As I said in the other thread I would say that since you had the clutch come loose that the flywheel key is sheared. The flywheel key locates the flywheel properly on the crannkshaft.

Please don't start more then one thread for the same unit as it as it makes it much harder to keep track of what you are working one.


----------



## Viper32 (Sep 18, 2005)

hankster said:


> As I said in the other thread I would say that since you had the clutch come loose that the flywheel key is sheared. The flywheel key locates the flywheel properly on the crannkshaft.
> 
> Please don't start more then one thread for the same unit as it as it makes it much harder to keep track of what you are working one.


Sorry for not knowing the rules, I did not find the flywheel key sheered, The clutch had just spun loose. I actually did not even see a key in the flywheel. Is the flywheel pressed on? How do I remove to inspect what you are talking about?

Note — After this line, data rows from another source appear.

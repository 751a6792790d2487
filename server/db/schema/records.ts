import { index, integer, sqliteTable, text, uniqueIndex } from 'drizzle-orm/sqlite-core';
import { owned, ownedKey } from './owned';

/** Append-only (by triggers) and chained by hash per producer; names people by opaque ids only. */
export const auditEntries = sqliteTable(
  'audit_entry',
  {
    ...owned(),
    seq: integer().notNull(),
    at: integer().notNull(),
    actor: text().notNull(),
    act: text().notNull(),
    subject: text().notNull(),
    subjectId: text().notNull(),
    changes: text().notNull(),
    previousHash: text().notNull(),
    hash: text().notNull(),
  },
  (t) => [
    ownedKey(t),
    uniqueIndex('audit_entry_seq').on(t.producerId, t.seq),
    index('audit_entry_subject').on(t.producerId, t.subject, t.subjectId),
  ],
);

/** Numbers without gaps: `id` names what is counted. */
export const counters = sqliteTable('counter', { ...owned(), value: integer().notNull() }, (t) => [ownedKey(t)]);

/**
 * Effects outside the database, written in the transaction that causes them.
 * Not owned: sign-in mail belongs to a person, and one job works through them all; no route reads it.
 */
export const outbox = sqliteTable(
  'outbox',
  {
    id: text().primaryKey(),
    kind: text().notNull(),
    /** Emptied once done, since mail carries one-time values. */
    payload: text().notNull(),
    attempts: integer().notNull().default(0),
    dueAt: integer().notNull(),
    doneAt: integer(),
    lastError: text(),
    createdAt: integer().notNull(),
  },
  (t) => [index('outbox_due').on(t.doneAt, t.dueAt)],
);

/** Mail as the local adapter "sent" it, for /dev/mail. Not owned: it exists in dev and demo only. */
export const localMails = sqliteTable(
  'local_mail',
  {
    id: text().primaryKey(),
    to: text().notNull(),
    subject: text().notNull(),
    text: text().notNull(),
    html: text().notNull(),
    at: integer().notNull(),
  },
  (t) => [index('local_mail_at').on(t.at)],
);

Thanks for the help........

Viper


----------



## bugman (Aug 12, 2004)

a made into the flywheel deal most likely


----------



## hankster (Jan 1, 1998)

There are no "rules" about it but keeping all of the information about one unit in one thread helps everyone follow what you have done so far. As bugman said, the key is molded into the flywheel.


----------



## hasady93 (Sep 11, 2005)

I would check the flywheel,it will either have a key made right into the flywheel or one that is on the crank.Sis you happen to check piston to cylinder wall for clearance and did you put the ring in the cylinder to check ring end gap.I would also check compression to see what it is,even if the parts are new doesnt mean they cant fail.


----------



## catoma (Oct 15, 2005)

I would try another plug as sometimes a plug will fire when outside the cylinder but will not fire under compression. Have had brand new plugs that were bad before.


----------



## BobHen (Nov 4, 2005)

Viper32 said:


> Okay some may have been reading my problems with this 31cc motor, anyways the motor was seized when I got it, I discovered the piston and rings were busted, also scarred the block. I got another piston and block and replaced, now I cannot for the life of me get the thing to start. I have spark and gas but it just will not run. I took plug out and left it next to opening of plug hole and pulled the rope and I got two or three fire flames. I put plug back in and still no start. I mean it never even sounds like its going to start. Could I have put something back wrong when replacing piston and block? This was new parts so I am pretty sure they are ok. I am at my witts end and cannot for the life of me figure this one out. Could I be getting spark at the wrong time? I had the whole motor apart, could it be the timing some way? If so how can I check for this?
> 
> Viper


 Try putting a little (1/2 tsp) of oil in the cylinder when you have the plug out. Then replace the plug and try again. You may not be getting enough compression for the gas to ignite in the cylinder.


----------